My Internet Journey

I remember the first time I touched a computer. I was in my early twenties and worked as a customer service rep for the local water company, which is a fancy way of saying I played in the mud on an almost daily basis.

I was in the main office and the company had just switched over from a paper and pencil method of recording meter readings to a hand-held reader, which got connected to the computer after reading a route for the day to upload results. It was definitely a lot faster and saved the meter readers from having to take a bunch of books out on their routes each day.

As a CSR, I had to be able to lookup a customer information, such as when they last paid their bill, the meter readings for the last number of months and so on.

Lou Plummer’s post about a computer being a hammer reminded me of how scared I was to touch the thing, worried I would somehow mess something up and cause everything to crash. But I learned it, and soon found it to be a useful tool.

Fast forward a few years. I realized that playing in the mud was not something I wanted to do for the rest of my life, so I pursued learning accounting at one of those fly-by-night technical colleges that were prolific in the early nineties. This is where I learned to type by touch – a skill a lot of people could still use to learn.

After graduating the tech college, I landed an accounting job at Guitar Center corporate, which you’d think would be a musician’s dream. I found it to be boring with little opportunity for creative expression. After moving from accounting to the inventory management team, I first got my hands on a Mac SE.

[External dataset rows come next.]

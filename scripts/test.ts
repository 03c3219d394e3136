/**
 * `npm test`: every test against real services on this machine. It starts the project's MariaDB, gives the tests a
 * fresh `hoopwright_test` database (the demo data is never touched), runs Vitest (unit and API tests), builds the apps
 * and runs the Playwright journeys in Debian's Chromium against the whole local stack. Exits non-zero on any failure.
 */
import { mkdirSync, readFileSync, existsSync } from 'node:fs';
import { join } from 'node:path';
import { ensureChromium } from './browser.ts';
import { projectRoot, recreateLocalDatabase, startLocalDatabase, stopLocalDatabase } from './db-lifecycle.ts';
import { buildApps, localStack, migrateAndSeed, run, startLocalFakes } from './stack.ts';

const reportDir = join(projectRoot, 'test-results');
mkdirSync(reportDir, { recursive: true });
const stack = localStack('test');

interface Tally {
  passed: number;
  failed: number;
  skipped: number;
}

function readVitestTally(file: string): Tally {
  if (!existsSync(file)) return { passed: 0, failed: 1, skipped: 0 };
  const report = JSON.parse(readFileSync(file, 'utf8'));
  return {
    passed: report.numPassedTests,
    failed: report.numFailedTests,
    skipped: report.numPendingTests + report.numTodoTests,
  };
}

function readPlaywrightTally(file: string): Tally {
  if (!existsSync(file)) return { passed: 0, failed: 1, skipped: 0 };
  const stats = JSON.parse(readFileSync(file, 'utf8')).stats;
  return { passed: stats.expected + stats.flaky, failed: stats.unexpected, skipped: stats.skipped };
}

// The lint (ESLint with the layering rules, Prettier) and the type check come first: quick, and no database needed.
const checks = {
  lint: await run('eslint', ['.']),
  format: await run('prettier', ['--check', '.', '--log-level', 'warn']),
  types:
    (await run(process.execPath, ['node_modules/typescript-native/bin/tsc', '-p', 'tsconfig.json'])) ||
    (await run(process.execPath, ['node_modules/typescript-native/bin/tsc', '-p', 'tsconfig.apps.json'])),
};
const failedChecks = Object.entries(checks)
  .filter(([, code]) => code !== 0)
  .map(([name]) => name);

const { started } = await startLocalDatabase();
let exitCode: number;
try {
  ensureChromium();
  recreateLocalDatabase('hoopwright_test');
  await migrateAndSeed(stack.env, 'always');

  const vitestReport = join(reportDir, 'vitest.json');
  const vitestCode = await run(
    'vitest',
    ['run', '--reporter=default', '--reporter=json', `--outputFile.json=${vitestReport}`],
    stack.env,
  );

  await buildApps();
  await migrateAndSeed(stack.env, 'always');
  const fakes = await startLocalFakes(stack);
  const playwrightReport = join(reportDir, 'playwright.json');
  let playwrightCode: number;
  try {
    playwrightCode = await run('playwright', ['test'], {
      ...stack.env,
      PLAYWRIGHT_JSON_OUTPUT_NAME: playwrightReport,
      FAKE_SMTP_HTTP_URL: fakes.urls.smtpHttp,
    });
  } finally {
    await fakes.close();
  }

  const unit = readVitestTally(vitestReport);
  const browser = readPlaywrightTally(playwrightReport);
  const total = {
    passed: unit.passed + browser.passed,
    failed: unit.failed + browser.failed,
    skipped: unit.skipped + browser.skipped,
  };
  console.log(
    `\nVitest: ${unit.passed} passed, ${unit.failed} failed · Playwright: ${browser.passed} passed, ${browser.failed} failed`,
  );
  if (failedChecks.length) console.log(`Failed before the tests: ${failedChecks.join(', ')}`);
  console.log(`${total.passed} passed, ${total.failed + failedChecks.length} failed, ${total.skipped} skipped`);
  exitCode = vitestCode === 0 && playwrightCode === 0 && total.failed === 0 && failedChecks.length === 0 ? 0 : 1;
} catch (error) {
  console.error(error);
  exitCode = 1;
} finally {
  if (started) await stopLocalDatabase();
}
process.exit(exitCode);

I would travel to the stores across the country and inventory their hardware and accessories. The Mac SE was used to reconcile the serialized product they kept on 3“ x 5” index cards to our inventory sheets. This is where I learned 10-key by touch. I also learned how to use MacPaint and Excel to create flyers for the band I was in.

I went on to another company doing clerical that also gave me access to a Mac. This is where I started helping others with their Mac problems. What they didn’t know is I was figuring it out on the fly, learning as I fixed their computer. I have a mind for problem solving, so I looked like a hero to my coworkers. I was still doing band flyers with MacPaint and Excel too.

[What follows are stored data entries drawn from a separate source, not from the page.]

import type { Db } from '../../server/src/db/knex.ts';
import type { DesignDocument } from '../../server/src/contracts/designs.ts';

/** The saved design an order stitches (its first line's), read straight from the database. */
export async function orderDesignOf(db: Db, number: string): Promise<{ id: number; document: DesignDocument }> {
  const row = await db('order_items as i')
    .join('orders as o', 'o.id', 'i.order_id')
    .join('designs as d', 'd.id', 'i.design_id')
    .where('o.number', number)
    .first('d.id', 'd.document');
  return { id: row.id, document: typeof row.document === 'string' ? JSON.parse(row.document) : row.document };
}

The staff design artist decided he wanted to move on. He and I had established a rapport with each other as Mac bros, and when he left, I just sort of fell into his position. This is how I moved from accounting to design. The company was generous enough to send me to school where I got my degree in design. My new career path gave me full-time access to a Mac. I was in heaven. This is when learned the fine art of FTP.

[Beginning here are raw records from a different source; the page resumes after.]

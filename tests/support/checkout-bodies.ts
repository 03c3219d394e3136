import type { ApiAgent } from './api-harness.ts';
import { priyaShipTo, quoteSavedDesign } from './priya-orders.ts';

/** Priya's seeded address, as the checkout form sends it. */
export const priyasShipTo = priyaShipTo;

/**
 * A fresh stored quote for Priya's seeded design 1 (the agent must be signed in as Priya), and the checkout body that
 * orders it for a regular date.
 */
export async function priyasCheckout(agent: ApiAgent) {
  const quote = await quoteSavedDesign(agent);
  return { quote, body: { quoteId: quote.quoteId, designId: 1, neededBy: '2026-12-18', shipTo: priyasShipTo } };
}
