import { Jimp, JimpMime } from 'jimp';
import { artworkUploadResponse, type ArtworkUpload } from '../../server/src/contracts/artwork.ts';
import type { ApiAgent } from './api-harness.ts';

/** Uploads a plain PNG of one colour (0xrrggbbaa) as the agent's own picture; resolves with the stored upload. */
export async function uploadPlainPicture(
  agent: ApiAgent,
  size: { width: number; height: number },
  color: number,
): Promise<ArtworkUpload> {
  const png = await new Jimp({ ...size, color }).getBuffer(JimpMime.png);
  const res = await agent
    .post('/api/artwork')
    .attach('file', png, { filename: 'picture.png', contentType: 'image/png' })
    .expect(201);
  return artworkUploadResponse.parse(res.body).artwork;
}
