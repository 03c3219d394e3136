/**
 * Sends a proof to an order the way the studio's side does, straight through the database and the order flow, so
 * the customer's side can be tested without the studio's screens. Shared by the API tests and the browser journeys.
 */
import { Jimp } from 'jimp';
import type { Db } from '../../server/src/db/knex.ts';
import { moveOrder } from '../../server/src/modules/orders/order-transitions.ts';

/** A plain picture to stand for a rendered proof: a linen field with a coloured band where the border would be. */
export async function proofPicture(bandColour = 0xb5533cff): Promise<Buffer> {
  const image = new Jimp({ width: 480, height: 360, color: 0xf4eee2ff });
  const band = new Jimp({ width: 420, height: 40, color: bandColour });
  image.composite(band, 30, 280);
  return image.getBuffer('image/png');
}

export async function sendTestProof(
  db: Db,
  opts: { orderNumber: string; staffEmail?: string; message?: string; image?: Buffer | null; now?: Date },
): Promise<number> {
  const now = opts.now ?? new Date();
  const staff = await db('users')
    .select('id', 'role')
    .where({ email: opts.staffEmail ?? 'marigold@wrenandbobbin.test' })
    .first();
  const order = await db('orders').select('id').where({ number: opts.orderNumber }).first();
  if (!staff || !order) throw new Error(`No staff member or order ${opts.orderNumber} to send a proof for.`);
  const image = opts.image === undefined ? await proofPicture() : opts.image;
  return db.transaction(async (trx) => {
    const previous = await trx('proofs').where({ order_id: order.id }).max({ version: 'version' }).first();
    const version = Number(previous?.version ?? 0) + 1;
    const moved = await moveOrder(trx, {
      orderId: order.id,
      action: 'send_proof',
      actor: staff.role,
      actorUserId: staff.id,
      payload: { proofVersion: version },
      now,
    });
    if (!moved.ok) throw new Error(`The proof could not be sent: ${moved.error.message}`);
    await trx('proofs').where({ order_id: order.id, status: 'sent' }).update({ status: 'superseded', updated_at: now });
    await trx('proofs').insert({
      order_id: order.id,
      version,
      status: 'sent',
      image_png: image,
      message: opts.message ?? 'Here is your proof, drawn to scale on the garment.',
      comment_pins: JSON.stringify([]),
      sent_by_user_id: staff.id,
      source: 'render',
      created_at: now,
      updated_at: now,
    });
    return version;
  });
}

I started hearing about this thing called the internet, which led me to sign up for AOL for a while. I moved on to eWorld shortly after. I still think eWorld was way better than AOL.

I somehow stumbled on this thing called FidoNet that is a network of individual computers. I began running my own Heremes BBS on a discarded Mac SE and put it up as a node the FidoNet network. I was finally online and had access to my own personal email. I’d tweak settings endlessly, learning about communication protocols. The year I ran that BBS was one of the most enlightening in my tech journey.

After that, I moved to an online internet provider named Z4 Internet that gave me a place to host my own web pages. This is how I taught myself to code html by hand using BBEdit. No WYSIWYG editors for this guy.

The years between then and now are a blur, but from then on, I was forever a traveler of the “internet super-highway” as I once put it to my wife. She thought I was a dork when I said it, but she gets it now.

At my next employer, I moved from design into database and web development where I learned to code Java, Javascript, and PHP while honing my html and css skills. By a stroke of luck, I landed in the Salesforce ecosystem nearly 15 years ago and have remained there ever since.

Somewhere in those years, I developed a Mac utility app named Yasu, which was short for “Yet another system utility.” I’ll have to write a story about that time one day. Being an indie Mac developer were some of the best years of my life.

My journey has been a series of right place, right time moments. I wouldn’t change any of them to be where I am today. I sometimes think back to that time I was so afraid to touch a keyboard at the water company. I can’t imagine a life without technology now. It’s allowed me some of my most creatively explosive growth and connections with people that mean a lot to me.

I’ve been blessed by my time on the internet to say the least.